▶ Task details:
Please tally the lines of the listing that follows where the word "least" appears, and reply with the number only.
+--
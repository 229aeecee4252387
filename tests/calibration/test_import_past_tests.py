"""Past tests in a file: gathered from their readings, matched to what held on their day, recorded once."""

from __future__ import annotations

import datetime
from collections.abc import Callable
from typing import Any

import pytest
from django.core.files.uploadedfile import SimpleUploadedFile
from django.test import Client

from calibration.imports import past_tests, test_columns
from calibration.models import Reading, Record, RunFigures, Signature, StandardUse, Test
from calibration.provision import provide_defaults
from calibration.transcribing import import_tests
from register.auditing import Actor
from register.importing import ChangedMeanwhileError
from register.imports.columns import guessed
from register.models import AuditEntry, Intervention, Plant, Tag, User
from tests.calibration.telling import (
    BEGAN,
    as_left,
    make_history_tag,
    make_standards,
    readings,
    said,
    table,
    told_tests,
    transcribed,
)
from tests.cast import (
    Cast,
    make_fitting,
    make_head,
    make_range,
    make_requirement,
    make_tag,
    make_transmitter,
)


@pytest.fixture
def plant(cast: Cast) -> Plant:
    """PT-2041 at 0 to 10 bar since March 2021, 0.5 % and 0.25 % as-left from then on, every twelve months."""
    provide_defaults(by=Actor(None), plant=cast.plant)
    tag = make_history_tag(cast)
    nine = cast.plant.point_lists.get(name="Five points, up and down")
    make_requirement(tag, effective_from=BEGAN, point_list=nine)
    make_standards(cast.plant)
    return cast.plant


@pytest.fixture
def engineer(cast: Cast) -> User:
    return cast.engineer


def the_test(**which: Any) -> Test:
    return Test.objects.select_related("current_record", "fitting", "transmitter").get(**which)


def test_readings_become_a_test_judged_by_what_held_on_its_day(plant: Plant, engineer: User) -> None:
    transcribed(plant, engineer, *readings(shift=0.02))
    test = the_test()
    assert test.state == Test.State.TRANSCRIBED and test.tested_on == datetime.date(2023, 5, 6)
    assert (test.tag, test.fitting) == (Tag.objects.get(), test.transmitter.fittings.get())
    # 0.02 mA of 16 mA are 0.125 % of span, a quarter of the tolerance of 0.5 %.
    assert test.as_found_worst == pytest.approx(0.125) and test.as_found_ratio == pytest.approx(0.25)
    assert (test.as_found_verdict, test.accepted, test.adjusted) == ("pass", True, False)
    record = test.current_record
    assert record is not None and record.transcribed and record.made_by == engineer
    assert (record.lrv, record.urv, record.unit, record.reference) == ("0", "10", "bar", "gauge")
    assert record.basis["points"] == "0 25 50 75 100 75 50 25 0" and record.basis["mpe"]["percent"] == "0.5"
    assert not Signature.objects.exists(), "nobody signs what was made on paper"
    assert RunFigures.objects.get().zero_shift == pytest.approx(0.125)


def test_readings_are_kept_as_they_stand_in_the_file(plant: Plant, engineer: User) -> None:
    lines = readings()
    lines[1] |= {"Applied": "2.50", "Measured": "8.000"}
    transcribed(plant, engineer, *lines)
    second = Reading.objects.get(order=2)
    assert (second.applied, second.measured, second.nominal_percent, second.direction) == ("2.50", "8.000", 25.0, "up")
    assert list(Reading.objects.values_list("direction", flat=True)) == ["up"] * 5 + ["down"] * 4


def test_the_due_date_counts_from_the_last_accepted_test(plant: Plant, engineer: User) -> None:
    transcribed(plant, engineer, *readings(day="2022-05-02"), *readings(day="2023-05-06"))
    standing = Tag.objects.get().standing
    assert (standing.last_accepted_on, standing.due_on) == (datetime.date(2023, 5, 6), datetime.date(2024, 5, 6))


def test_as_found_and_as_left_are_two_runs_of_one_test(plant: Plant, engineer: User) -> None:
    found, left = readings(shift=0.12, Performed_by="A. Berg", Remarks="zero moved"), as_left(readings(shift=0.01))
    proposal = transcribed(plant, engineer, *found, *left)
    assert [(one.readings, one.verdict) for one in proposal.planned] == [
        ("as-found 9, as-left 9", "as-found fail, as-left pass")
    ]
    test = the_test()
    assert (test.as_found_verdict, test.as_left_verdict, test.adjusted, test.accepted) == ("fail", "pass", True, True)
    assert test.current_record is not None
    assert test.current_record.answers == {"performed_by": "A. Berg", "remarks": "zero moved"}


def test_the_same_file_a_second_time_changes_nothing(plant: Plant, engineer: User) -> None:
    lines = [*readings(shift=0.12), *as_left(readings()), *readings(day="2022-05-02")]
    transcribed(plant, engineer, *lines)
    before = (Record.objects.count(), AuditEntry.objects.count(), list(Test.objects.values_list()))
    again = transcribed(plant, engineer, *reversed(lines[18:]), *lines[:18])
    assert (len(again.planned), again.unchanged) == (0, 2)
    assert (Record.objects.count(), AuditEntry.objects.count(), list(Test.objects.values_list())) == before


def test_the_same_readings_written_otherwise_are_recognised(plant: Plant, engineer: User) -> None:
    transcribed(plant, engineer, *readings())
    short = [line | {"Applied": f"{float(line['Applied']):g}", "Applied unit": "bar"} for line in readings()]
    kilopascals = [
        line | {"Applied": f"{float(line['Applied']) * 100:g}", "Applied unit": "kPa"} for line in readings()
    ]
    assert told_tests(plant, *short).unchanged == 1
    assert told_tests(plant, *kilopascals).planned == []


def test_another_test_of_a_recorded_day_must_be_told_apart(plant: Plant, engineer: User) -> None:
    transcribed(plant, engineer, *readings())
    ((line, column, words),) = said(told_tests(plant, *readings(shift=0.03)))
    assert (line, column) == (2, "B “Test date”")
    assert "is recorded already, with other readings, and a record is never changed by an import" in words
    transcribed(plant, engineer, *readings(shift=0.03, Test_number="2"))
    assert Test.objects.count() == 2


def test_two_tests_of_one_day_are_told_apart_by_their_number(plant: Plant, engineer: User) -> None:
    transcribed(plant, engineer, *readings(Test_number="morning"), *readings(shift=0.03, Test_number="evening"))
    assert Test.objects.count() == 2


def test_what_was_fitted_on_the_day_is_found(cast: Cast, plant: Plant, engineer: User) -> None:
    tag = Tag.objects.get()
    old = make_transmitter(plant, serial="QG-001")
    make_fitting(tag, old, fitted_on=datetime.date(2020, 2, 1), removed_on=BEGAN)
    make_range(tag, "0", "16", effective_from=datetime.date(2020, 2, 1))
    make_range(tag, "0", "10", effective_from=datetime.date(2021, 6, 1))
    make_requirement(tag, effective_from=datetime.date(2020, 2, 1), mpe_percent="1.0", as_left_percent="")
    transcribed(plant, engineer, *readings(day="2020-08-01"))
    test = the_test(tested_on="2020-08-01")
    assert test.transmitter == old and test.fitting == old.fittings.get()
    assert test.current_record is not None
    assert (test.current_record.urv, test.current_record.basis["mpe"]["percent"]) == ("16", "1.0")


def test_a_serial_number_alone_leads_to_the_tag_where_it_was(plant: Plant, engineer: User) -> None:
    lines = [
        {name: text for name, text in line.items() if name != "Tag"} | {"Serial number": "qg-100"}
        for line in readings()
    ]
    transcribed(plant, engineer, *lines)
    assert the_test().tag == Tag.objects.get()


def test_a_transmitter_in_stores_is_tested_on_the_bench(plant: Plant, engineer: User) -> None:
    make_transmitter(plant, serial="SP-1")
    lines = [
        {name: text for name, text in line.items() if name != "Tag"} | {"Serial number": "SP-1"} for line in readings()
    ]
    assert {(column, words) for _, column, words in said(told_tests(plant, *lines))} == {
        (
            "LRV",
            "Quillhaven Gauge Works SP-1 was fitted nowhere on 2023-05-06: give LRV, URV and unit of the test in the "
            "file.",
        ),
        ("Tolerance (%)", "There is no requirement on 2023-05-06: give the tolerance in the file."),
    }
    terms = {"LRV": "0", "URV": "10", "Range unit": "bar", "Tolerance (%)": "0.2"}
    transcribed(plant, engineer, *(line | terms for line in lines))
    test = the_test()
    assert (test.tag, test.fitting, test.transmitter.serial) == (None, None, "SP-1")


def test_range_and_tolerance_in_the_file_win_and_are_kept(plant: Plant, engineer: User) -> None:
    terms = {"LRV": "0", "URV": "1000", "Range unit": "kPa", "Tolerance (%)": "0.1", "As-left tolerance (%)": "0.05"}
    lines = readings(shift=0.02, Applied_unit="bar")
    transcribed(plant, engineer, lines[0] | terms, *lines[1:])
    test = the_test()
    record = test.current_record
    assert record is not None
    assert (record.urv, record.unit, record.reference) == ("1000", "kPa", "gauge")
    assert record.basis["mpe"] == {"form": "percent of span", "percent": "0.1", "amount": "", "unit": ""}
    assert record.basis["range"] == record.basis["tolerance"] == "from the file of the past test"
    assert test.as_found_verdict == "fail", "0.125 % against 0.1 %"
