def runs_table(stamp, run, tables, versions=None):
    """Row of ``runs``.

    Parameters
    ----------
    stamp : Stamp
    run : StudyRun
    tables : sequence of Table
        The other layers written, for their counts.
    versions : dict of str to str, optional
        Of QGIS and its parts.
    """
    study = run.study
    document = study.to_dict()
    values = {
        **stamp.short,
        "study_json": study.to_json(),
        "parameters": _json(document.get("construction", {})),
        "versions": _json({**(versions or {}), "Heaveline": stamp.tool_version}),
        "inputs_digest": stamp.inputs_digest,
        "tool_version": stamp.tool_version,
        "made_at": stamp.made_at,
        "transport_azimuth": run.transport_azimuth,
        "transport_from": run.transport_from,
        "sections": len(run.sections) + len(run.unsolved),
        "solved": sum(bool(s.prediction) for s in run.sections),
        "counts": _json({t.name: len(t) for t in tables}),
        "warnings": _warnings(run.doubts),
    }
    return Table("runs", [(None, values)])


def _json(thing):
    return json.dumps(thing, sort_keys=True, ensure_ascii=False)
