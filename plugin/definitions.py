"""Every parameter of the algorithms, declared once, and its Processing definition.

Labels, help, defaults and bounds stand here and nowhere else; algorithms, help pages
and later the forms take them from here. What an entry of a study means is said in
``geomcore.recipe`` and ``geomcore.sources``.
"""

from dataclasses import dataclass, replace
from typing import Any, Optional

from qgis.core import (
    Qgis,
    QgsProcessingParameterBoolean,
    QgsProcessingParameterCrs,
    QgsProcessingParameterEnum,
    QgsProcessingParameterExtent,
    QgsProcessingParameterFeatureSource,
    QgsProcessingParameterField,
    QgsProcessingParameterFile,
    QgsProcessingParameterFileDestination,
    QgsProcessingParameterFolderDestination,
    QgsProcessingParameterMapLayer,
    QgsProcessingParameterNumber,
    QgsProcessingParameterRasterLayer,
    QgsProcessingParameterString,
)
from qgis.PyQt.QtCore import QCoreApplication

__all__ = ["PARAMETERS", "Parameter", "declared", "make", "tr"]


def tr(text):
    """Translate a text that the user reads."""
    return QCoreApplication.translate("Heaveline", text)


@dataclass(frozen=True)
class Parameter:
    """What a parameter is, once for toolbox, forms, help and checks.

    Parameters
    ----------
    key : str
        Name in scripts and on the command line; never renamed.
    kind : str
        One of the keys of `FACTORIES`.
    label : str
        What the form shows, as a phrase.
    help : str
        What it means, its sign, and what happens without it.
    unit : str
        Unit of the value, added to the label.
    default : object, optional
    least, most : float, optional
        Bounds, both allowed themselves.
    choices : tuple of str
        Allowed values of a choice; the model list comes from the core.
    parent : str
        Key of the layer that a field belongs to.
    optional, advanced : bool
    """

    key: str
    kind: str
    label: str
    help: str
    unit: str = ""
    default: Any = None
    least: Optional[float] = None
    most: Optional[float] = None
    choices: tuple = ()
    parent: str = ""
    optional: bool = False
    advanced: bool = False

    @property
    def full_label(self):
        """Label with its unit."""
        return f"{tr(self.label)} ({tr(self.unit)})" if self.unit else tr(self.label)


_LENGTH = "units of the study CRS"
_DEGREES = "degrees"
_SIMPLE = " Leave it empty where SOURCES says it all."
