import { describe, expect, test } from "vitest";
import { check } from "../src/check.ts";
import { StudyError } from "../src/errors.ts";
import { normalUpperQuantile } from "../src/numeric/normal.ts";
import { size } from "../src/size.ts";
import { readDocument } from "../src/study/read-study.ts";

/** Dry, level ground, uncertain base friction alone: the probability of sliding has a closed form in every dimension. */
const tree = {
  title: "Sizing (invented)",
  wall: {
    stem: { height: 4.5, crest_width: 0.4, foot_width: 0.4 },
    base: { toe: 0.6, heel: 2.4, thickness: 0.5 },
    unit_weight: 24,
    sliding_friction: { angle: { normal: { mean: 27, sd: 2 } } },
  },
  soils: { sand: { unit_weight: 18, friction_angle: 32 } },
  ground: { behind: { layers: [{ soil: "sand" }] }, below: { soil: "sand" } },
  assessment: { limit_states: ["sliding"], seed: "size", samples: 400_000, target: { probability: 1e-4 } },
};
const study = readDocument(tree);

/** The heel at which N′ tan δ = E for the angle δ that is exceeded with probability 1 − p. N′ grows by a constant for each metre of heel. */
function closedForm(p: number): number {
  const driving = check(study).limitStates.sliding?.driving ?? 0;
  const angle = ((27 - 2 * normalUpperQuantile(p)) * Math.PI) / 180;
  const perMetre = 18 * 4.5 + 24 * 0.5;
  const rest = 24 * (0.4 * 4.5 + 0.5 * (0.6 + 0.4));
  return (driving / Math.tan(angle) - rest) / perMetre;
}

describe("sizing a dimension", () => {
  test("finds the heel that meets the target, as the closed form gives it", async () => {
    const found = await size(study, {
      vary: [{ path: "wall.base.heel", from: 1, to: 2.5, points: 6 }],
      precision: 0.02,
    });
    const heel = closedForm(1e-4);
    expect(found.meetsTargetSide).toBe("above");
    // 2 % of the probability is 2 %·dx/dlnp, about 0.002 m here; four standard errors and the tolerance of the root
    expect(Math.abs((found.meetsTargetAt ?? 0) - heel)).toBeLessThan(0.02);
    expect(found.atTarget?.probability).toBeGreaterThan(0.9e-4);
    expect(found.atTarget?.probability).toBeLessThan(1.1e-4);
    expect(found.atTarget?.factorAtMean.sliding).toBeGreaterThan(1);
  });

  test("falls steadily, because every point sees the same draws", async () => {
    const { points } = await size(study, { vary: [{ path: "wall.base.heel", from: 2, to: 3.5, points: 7 }] });
    for (let k = 1; k < points.length; k++) expect(points[k].probability).toBeLessThan(points[k - 1].probability);
    expect(points.map((point) => point.value)).toEqual([2, 2.25, 2.5, 2.75, 3, 3.25, 3.5]);
  });

  test("gives an index for every pair where two vary, and the same bits for the same seed", async () => {
    const vary = [
      { path: "wall.base.heel", from: 2, to: 3, points: 3 },
      { path: "wall.base.toe", from: 0.4, to: 0.8, points: 2 },
    ] as const;
    const one = await size(study, { vary });
    expect(one.points).toHaveLength(6);
    expect(one.points.map((point) => point.second)).toEqual([0.4, 0.4, 0.4, 0.8, 0.8, 0.8]);
    expect((await size(study, { vary })).points).toEqual(one.points);
    expect(one.meetsTargetAt).toBeUndefined();
  });

  test("says so where no value of the range meets the target", async () => {
    expect(
      (await size(study, { vary: [{ path: "wall.base.heel", from: 0.6, to: 1, points: 2 }] })).meetsTargetAt,
    ).toBeNull();
  });

  test.each([
    ["wall.base.heal", 1, 2, "wall.base.heal: is not a number of this study"],
    ["wall.base.heel", 3, 2, "varies from 3 to 2"],
    ["wall.base.heel", 1, 500, "varies beyond its range"],
  ])("refuses %s from %d to %d", async (path, from, to, words) => {
    const run = size(study, { vary: [{ path, from, to }] });
    await expect(run).rejects.toThrow(StudyError);
    await expect(run).rejects.toThrow(words);
  });
});

test("evidence is of the wall as it stands: a curve over other sizes leaves it out, and says so", async () => {
  const seen = readDocument({
    ...tree,
    evidence: [{ results: [26, 27], of: "wall.sliding_friction.angle", error: 1 }],
  });
  const vary = [{ path: "wall.base.heel", from: 2, to: 2.4, points: 2 }] as const;
  const [plain, noted] = [await size(study, { vary }), await size(seen, { vary })];
  expect(noted.points.map(({ probability }) => probability)).toEqual(
    plain.points.map(({ probability }) => probability),
  );
  expect(noted.warnings.map(({ path }) => path)).toContain("evidence");
  expect(plain.warnings.map(({ path }) => path)).not.toContain("evidence");
});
+--
▶ Response for this exercise:
2